Tanpa diketahui seorang pun, di area Barat puncak Gunung Petir terdapat lembah yang sangat asri, subur dan menenangkan untuk ditinggali.
Di mana di sekeliling lembah terdapat area yang ditumbuhi berbagai jenis bunga seluas seratus meter persegi, di ujung sebelah kanan lahan bunga terdapat anak sungai yang bermuara ke kolam air terjun. Seakan-akan tempat ini anugerah terindah dari Yang Maha Kuasa sebagai bentuk perumpamaan Surga Kecil yang tersembunyi dari dunia ini.
Untuk mencapai lembah ini harus melalui lereng-lereng jalan setapak yang di sampingnya terdapat jurang-jurang sangat curam dengan jalan bebatuan yang berlumut dan licin, sehingga menambah kesukaran untuk mencapai tempat ini.
Di sebelah kiri taman bunga berdiri kokoh sebuah rumah sederhana yang di isi dengan perabotan berbahan kayu dengan ditumpangi oleh pilar-pilar batu kecil.
“Ciaaakkk! Haaaaaah!” Suara-suara ini terus terdengar di pagi hari itu. di halaman belakang rumah sederhana terlihat seorang anak manusia yang sedang berlatih pukulan dasar diiringi dengan hembusan nafas yang teratur. Bulir-bulir keringat terus mengalir di dahi dan seluruh dada yang hampir membentuk otot-otot kecil.
Anak itu masih sangat muda, dilihat dari perawakan dan struktur tubuh, usianya tidak lebih dari dua belas tahun. Sekilas pandang latihan pagi yang selalu rutin dilakukan anak ini hanya gerakan dan latihan dasar bukan gerakan silat ataupun latihan tenaga dalam.

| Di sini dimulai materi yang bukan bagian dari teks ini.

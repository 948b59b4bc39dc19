"""The trading calendar: gaps of the market's series stop, stray days are handed back."""

from __future__ import annotations

import numpy as np
import pytest

from lineproof.intake.trading_days import check_calendar, days_of_panel, whole_months
from lineproof.periods import Months
from lineproof.problems import KnownProblem

EVERY = np.arange("2001-01-01", "2001-03-01", dtype="datetime64[D]")
WEEKDAYS = EVERY[np.is_busday(EVERY)]


def counts_of(**other: int) -> np.ndarray:
    """500 securities on each weekday, none at weekends, but for some days given as d_2001_01_06=3."""
    counts = np.where(np.is_busday(EVERY), 500, 0)
    for name, n in other.items():
        counts[np.datetime64(name[2:].replace("_", "-")) == EVERY] = n
    return counts


def test_a_whole_calendar_has_nothing_to_say() -> None:
    assert len(check_calendar(EVERY, counts_of(), WEEKDAYS, "raw/market.csv")) == 0


def test_days_missing_from_the_market_stop() -> None:
    gaps = np.array(["2001-01-17", "2001-02-05"], "datetime64[D]")
    market = WEEKDAYS[~np.isin(WEEKDAYS, gaps)]
    with pytest.raises(KnownProblem) as caught:
        check_calendar(EVERY, counts_of(d_2001_01_17=250), market, "raw/market.csv")
    assert str(caught.value) == (
        "The raw data cannot be used; nothing was written.\n"
        "  raw/market.csv: no return on 2 days on which at least half the usual number of securities has one: "
        "2001-01-17, 2001-02-05\n    → deliver them, or shorten the series"
    )


def test_days_on_which_few_return_are_set_aside() -> None:
    gap = np.datetime64("2001-01-17")
    found = check_calendar(
        EVERY, counts_of(d_2001_01_17=249, d_2001_01_20=3), WEEKDAYS[gap != WEEKDAYS], "m"
    )
    assert found.tolist() == [gap.item(), np.datetime64("2001-01-20").item()]


def test_days_outside_the_market_are_none_of_its_gaps() -> None:
    assert len(check_calendar(EVERY, counts_of(), WEEKDAYS[5:20], "m")) == 0


def test_a_market_that_grows_is_measured_by_its_own_time() -> None:
    """Half of twenty securities in January are many, although February has thousands."""
    counts = np.where(np.datetime64("2001-02-01") > EVERY, 20, 5000) * np.is_busday(EVERY)
    gap = np.datetime64("2001-01-10")
    with pytest.raises(KnownProblem, match="2001-01-10"):
        check_calendar(EVERY, counts, WEEKDAYS[gap != WEEKDAYS], "m")


def test_a_market_that_trades_where_nobody_returns_keeps_its_days() -> None:
    found = check_calendar(EVERY, np.zeros(len(EVERY), int), WEEKDAYS, "m")
    assert len(found) == 0


def test_the_calendar_of_a_built_market() -> None:
    counts = counts_of(d_2001_01_20=3, d_2001_01_24=260, d_2001_01_25=240)
    expected = WEEKDAYS[np.datetime64("2001-01-25") != WEEKDAYS]
    assert days_of_panel(EVERY, counts).tolist() == expected.tolist()


@pytest.mark.parametrize(
    ("first", "last", "whole"),
    [
        ("2001-01-01", "2001-03-30", ("2001-01", "2001-03")),
        ("2001-01-04", "2001-03-27", ("2001-01", "2001-03")),  # three weekdays may be holidays
        ("2001-01-05", "2001-03-26", ("2001-02", "2001-02")),
        ("2001-02-15", "2001-03-01", ("2001-03", "2001-02")),
    ],
)
def test_a_month_delivered_in_part_is_none(first: str, last: str, whole: tuple[str, str]) -> None:
    """A misdated row far away does not begin the calendar."""
    days = np.arange(np.datetime64(first), np.datetime64(last) + 1)
    days = np.append(np.datetime64("1999-12-01"), days[np.is_busday(days)])
    counts = np.append(1, np.full(len(days) - 1, 50))
    found = whole_months(days, counts)
    assert found == tuple(Months().number(np.array(whole, "datetime64[D]")).tolist())
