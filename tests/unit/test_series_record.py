"""What the record of an intake says of the market, of the riskless rate and of their files."""

from __future__ import annotations

import hashlib
import json
from pathlib import Path
from typing import Any

import numpy as np
import pandas as pd
import pytest
from tests.unit import intake_examples as examples

from lineproof.intake.record import check_conserved
from lineproof.intake.series import FileOfSeries
from lineproof.intake.series_record import UsedDays, file_records, series_record
from lineproof.intake.signed import made_with, signed

RETURNS = examples.lines(*(f"{name},2000-0{m}-28,0.0{m},,1,5" for name in "AB" for m in (2, 3, 4)))
MARKET = {f"2000-0{m}": 0.01 * m for m in range(1, 7)}


def table(*dates: str) -> pd.DataFrame:
    return pd.DataFrame({"date": pd.to_datetime(list(dates)).astype("datetime64[ms]")})


def days(*dates: str) -> np.ndarray:
    return np.array(dates, "datetime64[D]")


def test_rows_of_the_series_beyond_the_returns_are_not_used(tmp_path: Path) -> None:
    intake = examples.validate(tmp_path, RETURNS, market=MARKET).intake
    market = intake["files"][1]
    assert (market["place"], market["rows_read"]) == ("data.market", 6)
    assert (market["rows_kept"], market["rows_unused"]) == (3, 3)
    for file in intake["files"]:
        check_conserved(file)


def test_the_numbers_of_the_series_are_those_of_the_study(tmp_path: Path) -> None:
    found = examples.validate(tmp_path, RETURNS, market=MARKET).intake["series"][0]
    span = {"first": "2000-02-29", "last": "2000-04-30", "n_periods": 3, "period": "month"}
    assert found.items() >= span.items()
    assert found["mean"] == pytest.approx(0.028, rel=1e-14)  # rounding of a sum
    assert found["sd"] == pytest.approx(0.01, rel=1e-14)
    assert (found["min"], found["max"]) == pytest.approx((0.018, 0.038), rel=1e-14)
    assert found["source"].startswith("raw/market.csv: ")


def test_one_period_has_no_standard_deviation() -> None:
    one = table("2001-01-31")
    found = series_record("data.market", "m", "month", one["date"], pd.Series([0.01]))
    assert found["sd"] is None
    assert json.loads(json.dumps(found, allow_nan=False)) == found


@pytest.mark.parametrize(
    ("tables", "frequency", "of", "used"),
    [
        # A monthly series is used in the months of any table, whatever day of the month dates it.
        ({"market": ["2001-02-28"]}, "monthly", "monthly", [False, True, True, False]),
        ({"market": ["2001-02-20"]}, "daily", "monthly", [False, True, True, False]),
        # Days compounded to months are used where their month is whole, or where the panel of days has them.
        ({"market": ["2001-02-28"]}, "monthly", "daily", [False, True, True, False]),
        (
            {"market": ["2001-02-28"], "market_daily": ["2001-03-01"]},
            "monthly",
            "daily",
            [False, True, True, True],
        ),
        # In a study of days only its own days count.
        ({"market": ["2001-02-27"]}, "daily", "daily", [False, False, True, False]),
    ],
)
def test_which_days_are_used(
    tables: dict[str, list[str]], frequency: str, of: str, used: list[bool]
) -> None:
    held = UsedDays({name: table(*dates) for name, dates in tables.items()}, frequency)
    found = held.among(days("2001-01-31", "2001-02-01", "2001-02-27", "2001-03-01"), of)
    assert found.tolist() == used


def test_rows_without_a_value_are_not_used() -> None:
    held = UsedDays({"market": table("2001-01-31", "2001-02-28")}, "monthly")
    file = FileOfSeries("m.csv", 5, days("2001-01-31", "2001-02-28", "2001-03-31"))
    (found,) = file_records("data.market", [file], "monthly", held)
    assert (found["rows_read"], found["rows_kept"], found["rows_unused"]) == (5, 2, 3)


def test_sizes_and_sums_of_raw_files(tmp_path: Path) -> None:
    paths = {"returns": ["a.csv", "b.csv"], "market": ["m.zip"], "riskless": ["r.csv"]}
    for name in ("a.csv", "b.csv", "m.zip", "r.csv"):
        (tmp_path / name).write_text(name * 3, encoding="ascii")
    full = {what: [str(tmp_path / name) for name in names] for what, names in paths.items()}
    sums = {
        what: [hashlib.sha256(Path(name).read_bytes()).hexdigest() for name in names]
        for what, names in full.items()
    }
    kept = []
    for what in ("returns", "market"):
        kept.append(tmp_path / f"data.{what}.json")
        kept[-1].write_text(json.dumps(sums[what]), encoding="utf-8")
    files: Any = [
        {"place": f"data.{what}", "label": label}
        for what, labels in (
            ("returns", ["a", "b"]),
            ("market", ["m.zip, one", "m.zip, two"]),
            ("riskless", ["r"]),
        )
        for label in labels
    ]
    record = signed(files, full, [str(path) for path in kept], {"b": 1, "a": 2})
    found = record.pop("files")
    assert record == {"made_with": made_with({"a": 2, "b": 1})}
    assert [file["label"] for file in found] == [file["label"] for file in files]
    assert [file.get("sha256") for file in found] == [*sums["returns"], None, None, None]
    assert [file.get("n_bytes") for file in found] == [15, 15, None, None, 15]
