"""Periods delivered in part."""

from __future__ import annotations

import numpy as np
import pytest
from hypothesis import given
from hypothesis import strategies as st

from lineproof.intake.thin import judge_thin_periods
from lineproof.periods import Months, TradingDays
from lineproof.problems import KnownProblem

FIRST = 2000 * 12


def judge(n: list[int] | np.ndarray, *, allow_last: bool = False):
    return judge_thin_periods(np.array(n), FIRST, Months(), "returns.csv", allow_last=allow_last)


@pytest.mark.fault(32)
def test_a_month_delivered_in_part_is_flagged() -> None:
    flag = judge([200, 210, 205, 12, 0, 1, 220, 230])
    assert (flag.number, flag.n) == (32, 3)
    assert flag.examples == [
        "2000-04, with 12 securities where the periods around have 205",
        "2000-05, with 0 securities where the periods around have 205",
        "2000-06, with 1 security where the periods around have 205",
    ]


@pytest.mark.fault(32)
def test_the_last_month_stops_unless_allowed() -> None:
    n = [200, 210, 205, 208, 206, 13]
    with pytest.raises(KnownProblem) as caught:
        judge(n)
    assert str(caught.value) == (
        "The raw data cannot be used; nothing was written.\n"
        "  returns.csv: the last month, 2000-06, with 13 securities where the periods around have 206: "
        "was it delivered in part?\n"
        "    → deliver it in full, or leave it out, or set allow_partial_last_month: yes under intake"
    )
    assert judge(n, allow_last=True).n == 1


def test_days_are_named_as_days() -> None:
    days = np.arange(np.datetime64("2000-01-03"), np.datetime64("2000-01-13"))
    n = np.full(10, 300)
    n[4] = 5
    flag = judge_thin_periods(n, 0, TradingDays(days), "f", allow_last=False)
    assert flag.examples == ["2000-01-07, with 5 securities where the periods around have 300"]
    n[-1] = 3
    with pytest.raises(KnownProblem, match="the last day, 2000-01-12, with 3 securities"):
        judge_thin_periods(n, 0, TradingDays(days), "f", allow_last=False)


def test_a_tenth_is_enough_and_small_markets_are_not_judged() -> None:
    assert judge([200, 200, 20, 200, 200]).n == 0
    assert judge([200, 200, 19, 200, 200]).n == 1
    assert judge([19, 19, 0, 19, 19]).n == 0
    assert judge([5]).n == 0
    assert judge([]).n == 0


@given(st.integers(0, 2**32 - 1), st.integers(1, 200))
def test_a_market_that_grows_or_shrinks_is_sound(seed: int, n_periods: int) -> None:
    """By up to a fifth a period, which doubles it within four."""
    random = np.random.default_rng(seed)
    steps = random.uniform(-0.2, 0.2, n_periods)
    assert judge(np.exp(6 + np.cumsum(steps)).astype(int)).n == 0
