"""Notes to tables: sentences made from the study's own facts, so that they cannot contradict it."""

from __future__ import annotations

from lineproof.analyses import ALPHA_ERRORS, ANALYSES, LINE_ERRORS, LINE_WEIGHTS
from lineproof.paper.context import Context, Subperiod
from lineproof.paper.rounding import share
from lineproof.paper.symbols import Phrase, said
from lineproof.quotings import BUILDS


def data(context: Context) -> Phrase:
    """Which market, and whether it exists."""
    invented = ", an invented market" if context.facts["invented"] else ""
    return said(
        "{adjective} returns on {market}{invented}.",
        adjective=context.period.adjective.capitalize(),
        market=_market(context),
        invented=invented,
    )


def built_market(context: Context) -> list[Phrase]:
    """What the market is, where it was not supplied."""
    build = context.facts["market_build"]
    return [] if build is None else [said("The market is {label}.", label=BUILDS[build])]


def months(period: Subperiod) -> Phrase:
    """The months a table covers."""
    return said("{dates}.", dates=period.dates)


def formation(context: Context, sort: str) -> Phrase:
    """How test assets are made."""
    facts = context.facts["sorts"][sort]
    if not context.ranked(sort):
        return said("{title}: test assets supplied as return series.", title=facts["title"])
    return said(
        "{title}: {formation}; returns are {weights}.",
        title=facts["title"],
        formation=facts["formation"],
        weights=facts["weights_label"],
    )


def low_and_high(context: Context, sort: str) -> list[Phrase]:
    """What the names of a sort's groups mean."""
    if not context.ranked(sort):
        return []
    names = context.variables(sort)
    return [said("Low and High: lowest and highest {variables}.", variables=" or ".join(names))]


def groups(context: Context, sort: str) -> list[Phrase]:
    """What the names of a sort's groups, and of the differences between them, mean."""
    found = low_and_high(context, sort)
    if context.spreads(sort):
        outer, *inner = context.variables(sort)
        within = f" inside each {outer} group; Mean: of all {outer} groups" if inner else ""
        found.append(
            said(
                "High − low: the return of the highest {of} group less that of the lowest{within}.",
                of=(inner or [outer])[0],
                within=within,
            )
        )
    return found


def prior_betas(context: Context, sort: str) -> Phrase:
    """Of which betas the ex-ante betas are the means."""
    return said(
        "Prior {beta}: mean by weight of the members’ betas, those {which}.",
        which=context.facts["sorts"][sort]["prior_betas"],
    )


def formations(context: Context, sorts: list[str]) -> list[Phrase]:
    """How several sets of test assets are made, without saying twice what they share."""
    found: list[Phrase] = []
    said_of: dict[str, str] = {}
    for sort in sorts:
        facts = context.facts["sorts"][sort]
        shared = facts.get("formation")
        if context.ranked(sort) and shared in said_of:
            found.append(
                said(
                    "{title}: as {first}, but returns are {weights}.",
                    title=facts["title"],
                    first=said_of[shared],
                    weights=facts["weights_label"],
                )
            )
            continue
        if shared is not None:
            said_of[shared] = facts["title"]
        found.append(formation(context, sort))
    return found


def excess_units(context: Context) -> Phrase:
    """Units of returns."""
    return said(
        "Returns are in excess of the riskless rate, in per cent a {noun}.",
        noun=context.period.noun,
    )


def alpha_errors(context: Context) -> Phrase:
    """Which standard errors the t statistics of alphas rest on."""
    kind = context.facts["paper"]["alpha_errors"]
    lag = _lag(context) if kind == "hac" else Phrase()
    return said(
        "{t} statistics of {alpha} rest on standard errors that are {label}{lag}.",
        label=ALPHA_ERRORS[kind],
        lag=lag,
    )


def line_estimation(context: Context) -> Phrase:
    """How the market line is fitted, and its standard errors."""
    paper = context.facts["paper"]
    return said(
        "Mean excess returns of the test assets on their betas of the same {periods}, by {weights}: "
        "intercept "
        "{gamma0}, slope {gamma1}. Standard errors: {errors}{lag}.",
        weights=LINE_WEIGHTS[paper["line_weights"]],
        periods=context.period.nouns,
        errors=line_errors(context),
        lag=line_lag(context),
    )


def line_errors(context: Context) -> str:
    """What the market line's standard errors are."""
    return LINE_ERRORS[context.facts["paper"]["line_errors"]].format(period=context.period)


def line_lag(context: Context) -> Phrase:
    """The lag of the market line's standard errors, where they have one."""
    has_lag = context.facts["paper"]["line_errors"].endswith("_hac")
    return _lag(context) if has_lag else Phrase()


def line_hypothesis(context: Context) -> Phrase:
    """What the market line is held against."""
    return said(
        "By the CAPM {gamma0} is zero and {gamma1} is {fbar}, the market’s mean excess return. "
        "Critical values "
        "are two-sided at the {level}{percent} level; joint {p} is of both hypotheses together{law}.",
        level=share(context.level),
        law=_joint_law(context.facts["paper"]["line_errors"]),
    )


def _joint_law(kind: str) -> Phrase:
    """Which law the joint p value is taken from."""
    laws = {
        "textbook": said(", by {F} with 2 and {N} − 2 degrees of freedom"),
        "monthly_slopes": said(", by {F} with 2 and {T} − 2 degrees of freedom"),
    }
    return laws.get(kind, said(", by {chi2} with 2 degrees of freedom"))


def joint_hypothesis(context: Context) -> Phrase:
    """What the joint tests test, and when each is exact."""
    return said(
        "Each tests that the alphas of all {N} test assets are zero in {T} {periods}. {F} is exact "
        "if residuals are "
        "normal (Gibbons, Ross and Shanken 1989); the others are {chi2} with {N} degrees of "
        "freedom in large "
        "samples, the corrected likelihood ratio after Jobson and Korkie (1982), the last robust "
        "to "
        "heteroskedasticity and autocorrelation (Hansen 1982){lag}. {p} values in square brackets.",
        periods=context.period.nouns,
        lag=_lag(context),
    )


def not_run(analysis: str) -> Phrase:
    """Why a table has no rows."""
    return said("The study file does not ask for {label}.", label=ANALYSES[analysis].label)


def without_assets(context: Context, sort: str, periods: list[Subperiod]) -> list[Phrase]:
    """Subperiods in which a sort has no test asset, so that a table has no row for them."""
    gone = [each.title for each in periods if not context.book.assets(sort, each.name)]
    if not gone or len(gone) == len(periods):
        return []
    return [
        said(
            "{title}: no test asset has a return in {gone}.",
            title=context.title(sort),
            gone="; ".join(gone),
        )
    ]


def _lag(context: Context) -> Phrase:
    lag = context.facts["hac_lag"]
    return said(", lag {auto_lag}") if lag is None else said(", lag {lag}", lag=str(lag))


def _market(context: Context) -> str:
    return context.facts["market_name"]
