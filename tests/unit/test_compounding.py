"""Days compounded to months: by hand, against an obvious loop, and in pieces."""

from __future__ import annotations

import math
from dataclasses import replace

import numpy as np
import pandas as pd
import pytest
from hypothesis import given, settings
from hypothesis import strategies as st

from lineproof.intake.chunk import Chunk
from lineproof.intake.compounding import compound_to_months
from lineproof.periods import Months, TradingDays

NAN = float("nan")
SOME = settings(max_examples=40, deadline=None, derandomize=True)


def chunk_of(securities: dict[str, list[tuple]], names: tuple[str, ...]) -> Chunk:
    """Rows of (day, *values) by security; the values are called `names`, and each row has a text."""
    rows = [row for each in securities.values() for row in each]
    day = np.array([row[0] for row in rows], "datetime64[D]")
    return Chunk(
        names=np.array(list(securities), object),
        start=np.cumsum([0, *map(len, securities.values())]),
        period=TradingDays(np.unique(day)).number(day),
        day=day,
        values={n: np.array([row[1 + k] for row in rows], float) for k, n in enumerate(names)},
        texts={
            "sector": (np.arange(len(rows), dtype=np.int32), [str(k) for k in range(len(rows))])
        },
        code=np.arange(len(rows), dtype=np.int8) % 5,
    )


def test_by_hand() -> None:
    days = chunk_of(
        {
            "A": [
                ("2001-01-30", 0.10, 100.0, 5.0, NAN),
                ("2001-01-31", -0.50, NAN, 6.0, NAN),
                ("2001-02-01", NAN, 70.0, NAN, NAN),
                ("2001-04-02", 0.25, NAN, NAN, -0.3),
            ],
            "B": [("2001-04-03", 0.02, 9.0, 1.0, NAN), ("2001-04-05", 0.03, 9.5, 1.1, NAN)],
        },
        ("return_", "size", "price", "final_return"),
    )
    found = compound_to_months(days)
    months = found.months
    assert months.names.tolist() == ["A", "B"]
    assert months.start.tolist() == [0, 3, 4]
    assert [Months().name(m) for m in months.period] == ["2001-01", "2001-02", "2001-04", "2001-04"]
    assert months.day.astype(str).tolist() == [
        "2001-01-31",
        "2001-02-01",
        "2001-04-02",
        "2001-04-05",
    ]
    np.testing.assert_allclose(
        months.values["return_"], [1.1 * 0.5 - 1, NAN, 0.25, 1.02 * 1.03 - 1], rtol=0, atol=1e-15
    )
    assert found.n_days.tolist() == [2, 0, 1, 2]
    assert found.last.tolist() == [1, 2, 3, 5]
    np.testing.assert_array_equal(months.values["size"], [100.0, 70.0, NAN, 9.5])
    np.testing.assert_array_equal(months.values["price"], [6.0, NAN, NAN, 1.1])
    np.testing.assert_array_equal(months.values["final_return"], [NAN, NAN, -0.3, NAN])
    codes, texts = months.texts["sector"]
    assert [texts[code] for code in codes] == ["1", "2", "3", "5"]
    assert months.code.tolist() == [-1, 2, -1, -1]


def test_total_losses_stay_total() -> None:
    days = chunk_of(
        {"A": [("2001-01-30", -1.0), ("2001-01-31", 0.4), ("2001-02-01", -1.0)]}, ("total_return",)
    )
    assert compound_to_months(days).months.values["total_return"].tolist() == [-1.0, -1.0]


def draw(seed: int) -> Chunk:
    rng = np.random.default_rng(seed)
    calendar = pd.bdate_range("1999-12-20", periods=150).to_numpy().astype("datetime64[D]")
    securities = {}
    for k in range(int(rng.integers(1, 6))):
        here = calendar[rng.random(len(calendar)) < rng.uniform(0.05, 1.0)]
        values = rng.normal(0.0, 0.1, (len(here), 4)).clip(-1)
        values[:, 1:3] = np.exp(values[:, 1:3])
        values[rng.random(values.shape) < 0.3] = NAN
        securities[f"S{k}"] = [(day, *row) for day, row in zip(here, values, strict=True)]
    return chunk_of(securities, ("return_", "size", "price", "total_return"))


def slowly(days: Chunk) -> list[dict]:
    """The same months from dictionaries, one row at a time."""
    months: dict[tuple[str, str], dict] = {}
    for row in range(len(days)):
        key = (days.names[days.owner[row]], str(days.day[row])[:7])
        at = months.setdefault(key, {"key": key, "n": 0, "size": NAN, "price": NAN})
        at["last"] = row
        for name in ("return_", "total_return"):
            value = float(days.values[name][row])
            at.setdefault(name, NAN)
            if not math.isnan(value):
                before = 0.0 if math.isnan(at[name]) else at[name]
                at[name] = (1 + before) * (1 + value) - 1
                at["n"] += name == "return_"
        for name in ("size", "price"):
            value = float(days.values[name][row])
            at[name] = at[name] if math.isnan(value) else value
    return list(months.values())


@SOME
@given(st.integers(0, 2**32 - 1))
def test_equals_an_obvious_loop(seed: int) -> None:
    days = draw(seed)
    found, want = compound_to_months(days), slowly(days)
    months = found.months
    named = [
        (months.names[o], Months().name(p))
        for o, p in zip(months.owner, months.period, strict=True)
    ]
    assert named == [each["key"] for each in want]
    assert found.n_days.tolist() == [each["n"] for each in want]
    assert found.last.tolist() == [each["last"] for each in want]
    for name in ("return_", "total_return"):
        # A product of at most 23 factors near one, in the same order.
        np.testing.assert_allclose(
            months.values[name], [each[name] for each in want], rtol=1e-12, atol=1e-14
        )
    for name in ("size", "price"):
        np.testing.assert_array_equal(months.values[name], [each[name] for each in want])


@SOME
@given(st.integers(0, 2**32 - 1))
def test_securities_do_not_touch_one_another(seed: int) -> None:
    """To the last bit: each security by itself gives its own part of the whole."""
    days = draw(seed)
    whole = compound_to_months(days).months
    for place, name in enumerate(days.names):
        rows = slice(days.start[place], days.start[place + 1])
        alone = replace(
            days,
            names=days.names[place : place + 1],
            start=np.array([0, rows.stop - rows.start]),
            period=days.period[rows],
            day=days.day[rows],
            values={key: value[rows] for key, value in days.values.items()},
            texts={key: (codes[rows], texts) for key, (codes, texts) in days.texts.items()},
            code=days.code[rows],
        )
        months = compound_to_months(alone).months
        part = slice(whole.start[place], whole.start[place + 1])
        assert months.period.tolist() == whole.period[part].tolist(), name
        for key, value in months.values.items():
            assert value.tobytes() == whole.values[key][part].tobytes()


@pytest.mark.parametrize("names", [("A",), ("A", "B")])
def test_securities_without_rows(names: tuple[str, ...]) -> None:
    days = chunk_of({"A": [("2001-01-30", 0.1)], **{n: [] for n in names[1:]}}, ("return_",))
    months = compound_to_months(days).months
    assert months.start.tolist() == [0, 1, 1][: len(names) + 1]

Tapi di mata para ahli gerakan-gerakan ini adalah gerakan kuda-kuda dasar dan jurus tingkat tinggi, yang sangat sukar untuk dipelajari. Bagi anak itu sendiri dia tidak pernah mengetahui gerakan-gerakannya merupakan dasar jurus silat, karena menurut yang dijelaskan oleh orang tuanya, gerakan ini akan memudahkan dia ketika berburu binatang buas di hutan kelak.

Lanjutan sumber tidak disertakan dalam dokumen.